With lightest touch a secret spring Upraised the silver casket’s lid; She took therefrom a golden ring, A broken coin, a heart hair-thrid, And many a sweet and precious thing Wherein her plighted troth was hid.

“Then welcome death, if death it prove,” She said and kissed with lips still pale Each sweet remembrance of his love;-- “I will not fail thee, Sir Verale, Though from thy couch thou canst not move To don for me thy coat of mail.”
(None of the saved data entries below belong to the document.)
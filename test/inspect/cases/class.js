export class Filter {
  step(x) {
    return this.gain * x;
  }
}

export function make() {
  const Local = class {
    //          ^ inspect.class
    step(x) {
      return x;
    }
  };
  return Local;
}
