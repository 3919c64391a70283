export function twice(x) {
  var a = x;
  if (x > 0) {
    var a = 2;
    //  ^ inspect.redeclared-name
  }
  return a;
}

export function parameter(t) {
  var t = 1;
  //  ^ inspect.redeclared-name
  return t;
}

export function once(x) {
  var b = x;
  b = b + 1;
  return b;
}
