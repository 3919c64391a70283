export function bits(a, b) {
  const r = a % b;
  //          ^ inspect.outside-operator
  const s = a | 0;
  //          ^ inspect.outside-operator
  const t = ~b;
  //        ^ inspect.outside-operator
  const u = +b;
  //        ^ inspect.outside-operator
  const v = typeof b;
  //        ^ inspect.outside-operator
  const w = 'x' in a;
  //            ^ inspect.outside-operator
  return v === w ? r + s : t - u;
}

const mask = 1 << 4;
export function arithmetic(a, b) {
  return a + b - a * b / mask;
}
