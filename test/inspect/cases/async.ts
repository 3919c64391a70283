export async function later(x: number): Promise<number> {
  //   ^ inspect.async
  return x;
}

export const soon = async (x: number): Promise<number> => x;
//                  ^ inspect.async

export function now(x: number): number {
  return x;
}
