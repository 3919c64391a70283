export function rest(p) {
  const { x, ...others } = p;
  //         ^ inspect.object-rest
  let more = x;
  ({ x: more, ...others.rest } = p);
  //          ^ inspect.object-rest
  return more + others.y;
}

export function parts(p) {
  const { x, y: z } = p;
  return x + z;
}

// The copy is the object literal's.
export function copy(p) {
  return { ...p };
  //     ^ inspect.object-literal
}
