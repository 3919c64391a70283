function scoped(o) {
  with (o) return x;
//^ inspect.with
}
function plain(o) {
  return o.with;
}
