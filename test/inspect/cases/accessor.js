export class Clock {
  get seconds() {
//^ inspect.accessor
    return this.ticks / 1000;
  }
  minutes() {
    return this.ticks / 60000;
  }
}
export const zero = {
  set origin(value) {
//^ inspect.accessor
    this.value = value;
  },
  get: 1,
};
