export function count(a) {
  return a + arguments.length;
  //         ^ inspect.arguments-object
}

// A property of that name is no use of the object.
export function property(call) {
  return call.arguments;
}
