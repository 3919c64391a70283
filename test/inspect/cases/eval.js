export function run(text) {
  const a = eval(text);
  //        ^ inspect.eval
  const f = new Function(text);
  //        ^ inspect.eval
  const g = Function(text);
  //        ^ inspect.eval
  return a === f ? g : 0;
}

// An own function of that name is another thing.
const tools = { eval: 1 };
export function property() {
  return tools.eval;
}
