export function* steps(n) {
  //           ^ inspect.generator
  yield n;
}

export function step(n) {
  return n + 1;
}
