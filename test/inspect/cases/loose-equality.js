export function same(a, b) {
  return a == b;
  //       ^ inspect.loose-equality
}

export function none(a) {
  return a != null;
  //       ^ inspect.loose-equality
}

export function strict(a, b) {
  return a === b || a !== 0;
}
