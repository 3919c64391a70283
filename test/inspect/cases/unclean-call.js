function pack(x) {
  return [x];
  //     ^ inspect.array-literal
}

function middle(x) {
  return pack(x);
  //     ^ inspect.unclean-call
}

export function top(x) {
  return middle(x) + clean(x);
  //     ^ inspect.unclean-call
}

function clean(x) {
  return Math.abs(x);
}
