// Another Math than the language's.
export function local(Math, x) {
  return Math.sqrt(x);
  //          ^ inspect.outside-call
}

export function global(x) {
  return Math.sqrt(x);
}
Unto the chapel straight she went And knelt before the altar-stone; Her face within her hands she bent Praying with many a tear and moan Until the day was well-nigh spent, When came a beadsman she had known;

“O! Father! join thy prayer with mine The life of Sir Verale to save; O! plead then at our Lady’s shrine For health to one so young and brave. For I will wed, with help divine, No other lord this side the grave.”